Scaling in Kubernetes: An Overview

Kubernetes has become the de facto standard for container orchestration, offering powerful features for managing and scaling containerized applications.

In this guide, we will explore the various aspects of Kubernetes scaling and explain how to effectively scale your applications using Kubernetes.

From understanding the scaling concepts to practical implementation techniques, this guide aims to equip you with the knowledge to leverage Kubernetes scaling capabilities efficiently.

Your application may be scaled right away by changing the number of executing containers using the kubectl scale command.
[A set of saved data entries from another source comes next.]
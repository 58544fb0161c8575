//! Differential rings.

use crate::{Polynomial, Symbols};
use std::fmt;

/// A polynomial ring with a derivation.
///
/// *Invariant*: one derivative for each generator, in the symbols of the ring. The variable has derivative 1
/// and the constants have derivative 0.
#[derive(Clone, Debug, PartialEq, Eq)]
pub struct Ring {
    symbols: Symbols,
    derivatives: Vec<Polynomial>,
}

/// Symbols and derivatives do not make a ring.
#[derive(Clone, Debug, PartialEq, Eq)]
pub struct RingError(RingErrorKind);

#[derive(Clone, Debug, PartialEq, Eq)]
enum RingErrorKind {
    Count {
        generators: usize,
        derivatives: usize,
    },
    Unknown {
        generator: String,
        symbol: usize,
    },
    Twice {
        name: String,
    },
}

impl fmt::Display for RingError {
    fn fmt(&self, f: &mut fmt::Formatter<'_>) -> fmt::Result {
        match &self.0 {
            RingErrorKind::Count {
                generators,
                derivatives,
            } => write!(f, "{derivatives} derivatives for {generators} generators"),
            RingErrorKind::Unknown { generator, symbol } => write!(
                f,
                "the derivative of `{generator}` holds symbol number {symbol}, which the ring does not have"
            ),
            RingErrorKind::Twice { name } => write!(f, "two symbols are named `{name}`"),
        }
    }
}

impl std::error::Error for RingError {}

impl Ring {
    /// The ring in which the generators have the given derivatives.
    ///
    /// # Errors
    ///
    /// If the numbers of generators and derivatives differ, a derivative holds a symbol beyond the last, or two
    /// symbols share a name.
    ///
    /// # Examples
    ///
    /// ```
    /// use linform_ring::{Ring, Symbols};
    /// use linform_scalar::Unlimited;
    ///
    /// // Painlevé II and the logarithmic derivative of the Tracy–Widom law.
    /// let symbols = Symbols::new(vec!["q".into(), "q'".into()], Some("t".into()), vec![]);
    /// let rules = vec![symbols.parse("q'")?, symbols.parse("t*q + 2*q^3")?];
    /// let ring = Ring::new(symbols, rules)?;
    /// let law = ring.symbols().parse("q'^2 - t*q^2 - q^4")?;
    /// let derivative = ring.derive(&law, &Unlimited)?;
    /// assert_eq!(ring.symbols().format(&derivative), "-q^2");
    /// # Ok::<(), Box<dyn std::error::Error>>(())
    /// ```
    pub fn new(symbols: Symbols, derivatives: Vec<Polynomial>) -> Result<Ring, RingError> {
        if derivatives.len() != symbols.generators() {
            return Err(RingError(RingErrorKind::Count {
                generators: symbols.generators(),
                derivatives: derivatives.len(),
            }));
        }
        for index in 0..symbols.len() {
            if symbols.index_of(symbols.name(index)) != Some(index) {
                return Err(RingError(RingErrorKind::Twice {
                    name: symbols.name(index).to_string(),
                }));
            }
        }
        for (generator, derivative) in derivatives.iter().enumerate() {
            let width = derivative.degrees().width();
            if width > symbols.len() {
                return Err(RingError(RingErrorKind::Unknown {
                    generator: symbols.name(generator).to_string(),
                    symbol: width - 1,
                }));
            }
        }
        Ok(Ring {
            symbols,
            derivatives,
        })
    }

    /// The symbols.
    pub fn symbols(&self) -> &Symbols {
        &self.symbols
    }

    /// The derivative of a generator.
    ///
    /// # Panics
    ///
    /// If there is no generator with this index.
    pub fn derivative_of(&self, generator: usize) -> &Polynomial {
        &self.derivatives[generator]
    }
}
This is the quickest and simplest way to add more replicas to deployment, and you may use it to respond to demand surges or protracted periods of quiet time.

Table of Contents

  1. Why Scale in Kubernetes?
  2. Manual Scaling using kubectl Scale Command
  3. 3 Best Kubernetes Autoscaling Methods
  4. Kubernetes Scaling Metrics
  5. Best Practices for Kubernetes Scaling

Why Scale in Kubernetes?

Kubernetes Scaling refers to the dynamic adjustment of resources within a Kubernetes cluster to accommodate varying workloads and traffic demands. This practice ensures that applications hosted in Kubernetes clusters remain responsive, available, and cost-effective, even as demand fluctuates.

Scaling in Kubernetes is a fundamental practice that involves adjusting the resources allocated to your applications to meet varying demands.

Here is a scenario on an e-commerce flash sale event explaining why scaling is important in Kubernetes.

Scenario: E-commerce Flash Sale Event

Background:You're running an online store, and you're about to have a massive sale with lots of people rushing to your website for great deals.

Why Scaling Matters?

  1. Traffic Surge: During the sale, tons of people visit your website at the same time.
  2. Resource Demand: All these visitors need a lot of computer power to use your website. Without enough power, your website might slow down or even crash.
  3. Reliability: Your website has to work well, or customers will get frustrated and leave. You need it to be fast and available all the time.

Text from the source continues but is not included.